In our particular case study, it is of interest to the autonomous community of Galicia to calculate the exact energy saving if they do change the teaching periods. In particular, the increase of the heating energy consumption when the air changes increase from their actual 0.8 ach to 2 ach in the winter season. As a consequence, if we employ the more unfavorable increase of energy consumption in the winter season, identified as the highest augmentation in energy consumption defined by Table 1, 57.24 kWh/m² is obtained. This increase in energy consumption does not reflect a relevant change for any outdoor air temperature increase. If a Heating Ventilation and Air Conditioning system (HVAC) is employed for conditioning the classes in the summer period, an increment of the energy consumption, at the time to increase the air changes from 0.8 ach to 2 ach, of 0.36 kWh/m² was obtained. As a consequence, it can be concluded that a decrement of the energy consumption of 72.6 kWh/m² when part of the winter teaching months is replaced to summer teaching months.

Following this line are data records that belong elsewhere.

def write_html(
    subject: Any, path: str | Path, *, title: str = "Rebalance risk report", top: int = 10, max_trades: int = 25,
    notes: Sequence[str] = (), links: Mapping[str, str] | None = None,
) -> Path:
    """Write one self-contained HTML report (inline CSS and SVG charts; opens offline, prints cleanly).

    Parameters
    ----------
    subject : RebalanceResult, RiskAttribution, InfeasibleError, SolverError, or Mapping[str, any of them]
        One result, or several scenarios by name (a comparison table first, then one part each). A
        scenario that did not solve (an ``InfeasibleError`` or ``SolverError`` value) gets the status
        "infeasible" or "solver failure" in the comparison and a part with its relaxation table: which
        limits conflict and how far each must move, in each limit's unit.
    path : str or Path
        The file to write; written under a temporary name, then renamed.
    title : str
        The page title.
    top : int, default 10
        Rows in the top-contributor and exposure charts and tables.
    max_trades : int, default 25
        Largest trades listed (the full list goes to :func:`write_tables` / :func:`write_json`).
    notes : sequence of str, optional
        Lines stated under the title (for instance the NAV and cash a book's weights come from).
    links : Mapping[str, str], optional
        For several scenarios: name → the address of that scenario's own report, linked from the
        comparison in place of repeating the report (``trimtab compare`` writes one per folder).

    Returns
    -------
    Path
        The file written.

    Raises
    ------
    InputError
        If ``subject`` is not a result, an attribution or a non-empty mapping of them.
    """
    document = render_html(subject, title=title, top=top, max_trades=max_trades, notes=notes, links=links)
    return atomic_write_text(Path(path), document)


def render_html(subject: Any, *, title: str = "Rebalance risk report", top: int = 10, max_trades: int = 25,
                notes: Sequence[str] = (), links: Mapping[str, str] | None = None) -> str:
    """The HTML document of :func:`write_html` as a string (``notes``: lines stated under the title,
    such as the NAV and cash a book's weights were derived with)."""
    if isinstance(subject, Mapping):
        if not subject:
            gather_many(subject)  # raises the one-line error of an empty mapping
        solved, failed = split_subjects(subject)
        names = [str(name) for name in subject]
        linked = links or {}
        shown = {n: r for n, r in solved.items() if str(n) not in linked}
        contents = gather_many(shown, top=max(top, max_trades)) if shown else {}
        parts = [_comparison_section(subject, failed, names)]
        for i, name in enumerate(names):
            inner = (
                _linked_body(name, linked[name], failed.get(name)) if name in linked
                else _unsolved_body(failed[name]) if name in failed
                else _report_body(contents[name], f"s{i}", top, max_trades, level=3)
            )
            parts.append(f'<article id="scenario-{i}"><h2 class="scenario">Scenario: {_e(name)}</h2>{inner}</article>')
        nav = _nav(
            [(f"scenario-{i}", f"Scenario: {name}" + (f" (status: {failed[name].status})" if name in failed else ""))
             for i, name in enumerate(names)],
            comparison=True,
        )
        body = "".join(parts)
    elif is_unsolved(subject):
        body = "<article>" + _unsolved_body(unsolved(subject)) + "</article>"
        nav = ""
    else:
        content = gather(subject, top=max(top, max_trades))
        body = "<article>" + _report_body(content, "r", top, max_trades, level=2) + "</article>"
        nav = ""
    created = _dt.datetime.now(_dt.UTC).strftime("%Y-%m-%d %H:%M UTC")
    css = resources.files("trimtab.report").joinpath("report.css").read_text(encoding="utf-8")
    return (
        "<!DOCTYPE html>\n"
        '<html lang="en"><head><meta charset="utf-8">'
        '<meta name="viewport" content="width=device-width, initial-scale=1">'
        f"<title>{_e(title)}</title><style>{css}</style></head><body><main>"
        f"<header><h1>{_e(title)}</h1>"
        f'<p class="meta">Written by trimtab {_e(__version__)} on {created}.</p>'
        f'<p class="caution" id="caution"><strong>Caution.</strong> {_e(CAUTION)}</p>'
        + "".join(f'<p class="note">{_e(line)}</p>' for line in notes)
        + f"</header>{nav}{body}"
        f'<footer><p class="caution"><strong>Caution.</strong> {_e(CAUTION)}</p></footer>'
        "</main></body></html>\n"
    )
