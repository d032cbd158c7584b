"""What a report shows, gathered once from a rebalance result or an attribution for every writer.

The writers (terminal, files, HTML) only lay out what this module hands them; the figures themselves
come from :mod:`trimtab.attribution` and from the rebalance result. Results are read duck-typed
(``getattr`` with defaults), so any object with the agreed fields of ``RebalanceResult`` works.
"""

from __future__ import annotations

from collections.abc import Mapping
from dataclasses import dataclass, field
from typing import Any

import numpy as np
import pandas as pd

from trimtab.attribution import (
    HEADLINE_FIGURES,
    RiskAttribution,
    compare,
    contribution_changes,
    exposure_changes,
    figure_label,
)
from trimtab.errors import InputError

#: The caution printed by every writer: terminal, JSON and HTML.
CAUTION = (
    "These figures are model forecasts, not investment advice. Verify every trade before trading. "
    "Your firm's compliance rules and applicable regulation govern."
)

#: Constraint names (or kinds) read as the risk budget, in order of preference.
RISK_BUDGET_NAMES = ("tracking_error", "active_risk", "total_risk")

#: At most this many asset attributes (sector, country, …) get a section of their own.
MAX_GROUPINGS = 2
#: An attribute is a grouping when it is text with between 2 and this many distinct labels.
MAX_GROUP_LABELS = 40

#: Trades no larger than this (a fraction of NAV) are solver noise and not counted as trades.
TRADE_TOLERANCE = 1e-8

#: Columns of a constraint table, in display order.
CONSTRAINT_COLUMNS = ("name", "kind", "value", "lower", "upper", "unit", "slack", "binding", "shadow_price", "soft")


@dataclass(frozen=True, eq=False)
class RiskBudget:
    """The risk limit and its use before and after: ``used`` is post / cap."""

    name: str
    cap: float
    pre: float | None
    post: float
    used: float


@dataclass(frozen=True, eq=False)
class ReportContent:
    """Everything a writer shows about one rebalance result or one attribution."""

    kind: str
    pre: RiskAttribution | None
    post: RiskAttribution
    headline: pd.DataFrame
    risk_budget: RiskBudget | None
    exposures: pd.DataFrame
    contributions: pd.DataFrame
    groups: pd.DataFrame
    asset_groups: dict[str, pd.DataFrame]
    split: pd.DataFrame
    top_assets: pd.DataFrame
    run: dict[str, Any] = field(default_factory=dict)
    trade_summary: pd.DataFrame | None = None
    trades: pd.DataFrame | None = None
    top_trades: pd.DataFrame | None = None
    constraints: pd.DataFrame | None = None
    objective: pd.Series | None = None
    verification: pd.DataFrame | None = None
    provenance: dict[str, Any] = field(default_factory=dict)
    scenario: dict[str, Any] = field(default_factory=dict)
    caution: str = CAUTION
    figures: pd.DataFrame | None = None
    orders: pd.DataFrame | None = None
    orders_in_shares: bool = False
    rounding: dict[str, Any] | None = None
    warnings: list[dict[str, Any]] = field(default_factory=list)
    context: dict[str, Any] = field(default_factory=dict)
    checks: pd.DataFrame | None = None

    @property
    def is_rebalance(self) -> bool:
        return self.kind == "rebalance"

    @property
    def binding_constraints(self) -> pd.DataFrame | None:
        """Rows of the constraint table marked binding (None without a table)."""
        if self.constraints is None or "binding" not in self.constraints.columns:
            return None
        return self.constraints[flags(self.constraints["binding"])]


def gather(subject: Any, *, top: int = 10) -> ReportContent:
    """Collect the content of a report on a rebalance result or a :class:`RiskAttribution`.

    Raises
    ------
    InputError
        If ``subject`` is neither an attribution nor an object with a ``post_trade`` attribution (or
        ``weights`` and nothing to attribute them with).
    """
    if isinstance(subject, RiskAttribution):
        return _attribution_content(subject, top)
    post = getattr(subject, "post_trade", None)
    if not isinstance(post, RiskAttribution):
        raise InputError(
            "report: expected a RiskAttribution or a rebalance result with a post_trade attribution, "
            f"got {type(subject).__name__}"
        )
    pre = getattr(subject, "pre_trade", None)
    pre = pre if isinstance(pre, RiskAttribution) else None
    headline = _headline(pre, post)
    trades = _frame_or_none(getattr(subject, "trades", None))
    constraints = _constraints(getattr(subject, "constraints", None))
    scenario = _plain_mapping(getattr(subject, "scenario", None))
    return ReportContent(
        kind="rebalance",
        pre=pre,
        post=post,
        headline=headline,
        risk_budget=_risk_budget(constraints, scenario, pre, post),
        exposures=_exposures(pre, post),
        contributions=_contributions(pre, post),
        groups=_groups(pre, post),
        asset_groups=_asset_groups(pre, post, scenario),
        split=_split(pre, post),
        top_assets=post.top_assets(top),
        run=_run(subject),
        trade_summary=_trade_summary(trades),
        trades=trades,
        top_trades=_top_trades(trades, top),
        constraints=constraints,
        objective=_objective(getattr(subject, "objective", None)),
        verification=_frame_or_none(getattr(subject, "verification", None)),
        provenance=_plain_mapping(getattr(subject, "provenance", None)),
        scenario=scenario,
        figures=desk_table(subject),
        orders=_orders(subject, trades),
        orders_in_shares=getattr(subject, "trade_list", None) is not None,
        rounding=_rounding(getattr(subject, "trade_list", None)),
        warnings=warning_records(subject),
        context=_context(subject, post),
        checks=_checks(subject),
    )


def gather_many(subjects: Mapping[str, Any], *, top: int = 10) -> dict[str, ReportContent]:
    """:func:`gather` for each scenario of a mapping name → result, keeping its order."""
    if not isinstance(subjects, Mapping) or not subjects:
        raise InputError("report: expected a non-empty mapping scenario name → rebalance result or attribution")
    out: dict[str, ReportContent] = {}
    for name, subject in subjects.items():
        try:
            out[str(name)] = gather(subject, top=top)
        except InputError as err:
            raise InputError(f"report: scenario {name!r}: {str(err).removeprefix('report: ')}") from None
    return out


def labelled(headline: pd.DataFrame, kind: str) -> pd.DataFrame:
    """Add the reader's label and unit of each figure to a headline table."""
    out = headline.copy()
    out.insert(0, "unit", [HEADLINE_FIGURES[k][1] for k in out.index])
    out.insert(0, "label", [figure_label(k, kind) for k in out.index])
    return out


# ---------------------------------------------------------------------- pieces
def _attribution_content(attr: RiskAttribution, top: int) -> ReportContent:
    return ReportContent(
        kind="attribution",
        pre=None,
        post=attr,
        headline=_headline(None, attr),
        risk_budget=None,
        exposures=_exposures(None, attr),
        contributions=_contributions(None, attr),
        groups=_groups(None, attr),
        asset_groups=_asset_groups(None, attr, {}),
        split=_split(None, attr),
        top_assets=attr.top_assets(top),
        provenance=_plain_mapping(getattr(attr.model, "provenance", None)),
    )


def _headline(pre: RiskAttribution | None, post: RiskAttribution) -> pd.DataFrame:
    if pre is None:
        table = post.headline().to_frame("post")
    else:
        table = compare(pre, post)
        # A change below rounding (1e-12 of the figure) reads as noise like 2.2e-16: show it as zero.
        scale = table[["pre", "post"]].abs().max(axis=1).clip(lower=1.0)
        table.loc[table["change"].abs() <= 1e-12 * scale, "change"] = 0.0
    table = table[table.notna().any(axis=1)]
    return labelled(table, post.kind)


def _exposures(pre: RiskAttribution | None, post: RiskAttribution) -> pd.DataFrame:
    if pre is None:
        table = post.by_factor[["group", "active_exposure"]].rename(columns={"active_exposure": "post"})
        return table.reindex(table["post"].abs().sort_values(ascending=False, kind="stable").index)
    return exposure_changes(pre, post)


def _contributions(pre: RiskAttribution | None, post: RiskAttribution) -> pd.DataFrame:
    if pre is None:
        table = post.by_factor[["group", "contribution"]].rename(columns={"contribution": "post"})
        return table.reindex(table["post"].abs().sort_values(ascending=False, kind="stable").index)
    return contribution_changes(pre, post)


def _groups(pre: RiskAttribution | None, post: RiskAttribution) -> pd.DataFrame:
    table = pd.DataFrame({"post": post.by_factor_group["contribution"]})
    if pre is not None:
        table.insert(0, "pre", pre.by_factor_group["contribution"])
    table.index.name = "group"
    return table


def group_columns(attr: RiskAttribution, scenario: Mapping[str, Any] | None = None) -> list[str]:
    """Asset attributes to sum contributions by: those the scenario's group limits name first, then
    other text columns with 2 to :data:`MAX_GROUP_LABELS` labels; at most :data:`MAX_GROUPINGS`."""
    attributes = attr.attributes
    if attributes is None:
        return []
    named: list[str] = []
    section = (scenario or {}).get("constraints", {})
    entries = section.get("group") if isinstance(section, Mapping) else None
    for entry in entries if isinstance(entries, list) else [entries]:
        if isinstance(entry, Mapping) and isinstance(entry.get("by"), str):
            named.append(entry["by"])
    candidates = named + [c for c in attributes.columns if c not in named]
    out: list[str] = []
    for column in candidates:
        if column not in attributes.columns or not isinstance(column, str):
            continue
        values = attributes[column]
        if pd.api.types.is_numeric_dtype(values) or pd.api.types.is_bool_dtype(values):
            continue
        if 2 <= values.nunique(dropna=True) <= MAX_GROUP_LABELS:
            out.append(column)
        if len(out) == MAX_GROUPINGS:
            break
    return out


def _asset_groups(
    pre: RiskAttribution | None, post: RiskAttribution, scenario: Mapping[str, Any]
) -> dict[str, pd.DataFrame]:
    """Contribution to risk by each grouping attribute: columns pre (when known), post, weight, percent."""
    out = {}
    for column in group_columns(post, scenario):
        after = post.by_group(column)
        weight = "active_weight" if "active_weight" in after.columns else "weight"
        table = pd.DataFrame({"post": after["contribution"], "percent": after["percent"], weight: after[weight]})
        if pre is not None and pre.attributes is not None and column in pre.attributes.columns:
            table.insert(0, "pre", pre.by_group(column)["contribution"].reindex(table.index))
        order = table["post"].abs().sort_values(ascending=False, kind="stable").index
        out[column] = table.loc[order]
    return out


def _split(pre: RiskAttribution | None, post: RiskAttribution) -> pd.DataFrame:
    """Factor and specific Euler contributions (they add up to the risk), one row per state."""
    states = [("Before", pre), ("After", post)] if pre is not None else [("Portfolio", post)]
    return pd.DataFrame(
        {
            "factor": [a.factor_contribution for _, a in states],
            "specific": [a.specific_contribution for _, a in states],
            "risk": [a.risk for _, a in states],
        },
        index=pd.Index([name for name, _ in states], name="state"),
    )


def _risk_budget(
    constraints: pd.DataFrame | None, scenario: Mapping[str, Any], pre: RiskAttribution | None, post: RiskAttribution
) -> RiskBudget | None:
    """The tracking-error (or total-risk) cap from the constraint table, else from the scenario."""
    for name in RISK_BUDGET_NAMES:
        cap = _cap_from_table(constraints, name)
        if cap is None:
            cap = _cap_from_scenario(scenario, name)
        if cap is None or not np.isfinite(cap) or cap <= 0:
            continue
        if name == "total_risk":
            pre_value = None if pre is None else pre.portfolio_risk
            post_value = post.portfolio_risk
        else:
            pre_value = None if pre is None else pre.risk
            post_value = post.risk
        return RiskBudget(name=name, cap=float(cap), pre=pre_value, post=post_value, used=post_value / cap)
    return None


def _cap_from_table(constraints: pd.DataFrame | None, name: str) -> float | None:
    if constraints is None or "upper" not in constraints.columns:
        return None
    for column in ("name", "kind"):
        if column in constraints.columns:
            rows = constraints[constraints[column].astype(str).str.lower() == name]
            if len(rows):
                return float(rows["upper"].iloc[0])
    return None


def _cap_from_scenario(scenario: Mapping[str, Any], name: str) -> float | None:
    section = scenario.get("constraints", {})
    entry = section.get(name) if isinstance(section, Mapping) else None
    if isinstance(entry, Mapping) and isinstance(entry.get("max"), (int, float)):
        return float(entry["max"])
    return None


def _run(subject: Any) -> dict[str, Any]:
    keys = ("status", "solver", "iterations", "solve_time", "build_time")
    return {k: getattr(subject, k) for k in keys if getattr(subject, k, None) is not None}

Finally, due to that the summer season are mild in the Galicia region and that this calculation considers a HVAC system to cool indoor ambience, if this equipment depreciates because it is not really employed, the energy saving will increase up to 72.96 kWh/m². As a consequence, changing the teaching months to the summer season and increasing the air changes is an interesting method to reduce the pandemic virus. This will be improved by the fact that in the summer months, a reduced risk of contagion of COVID-19 is expected.

5. Conclusions

In the present paper, a new method to understand building energy consumption and selecting the optimal period to increase the air changes in accordance with different needs is shown. In particular, results showed that the Monte Carlo method applied over ISO 13790 standards are a useful tool to define the probability of building energy consumption. Furthermore, it was obtained that the probability of building energy consumption can be defined by a Weibull model. After analyzing these Weibull model constants, the shape factor “e” lets us identify the conditions at which the probability density function is a normal distribution. This normal distribution is one with a lower energy consumption and can be identified by an “e” of 3.5, which is a useful tool for buildings and HVAC designers.

In particular, this methodology was employed to analyze the case study of energy saving when some teaching periods are changed from winter to summer seasons. It was obtained that, due to the mild Galician climate, this alternative is an adequate proposal to prevent COVID infections.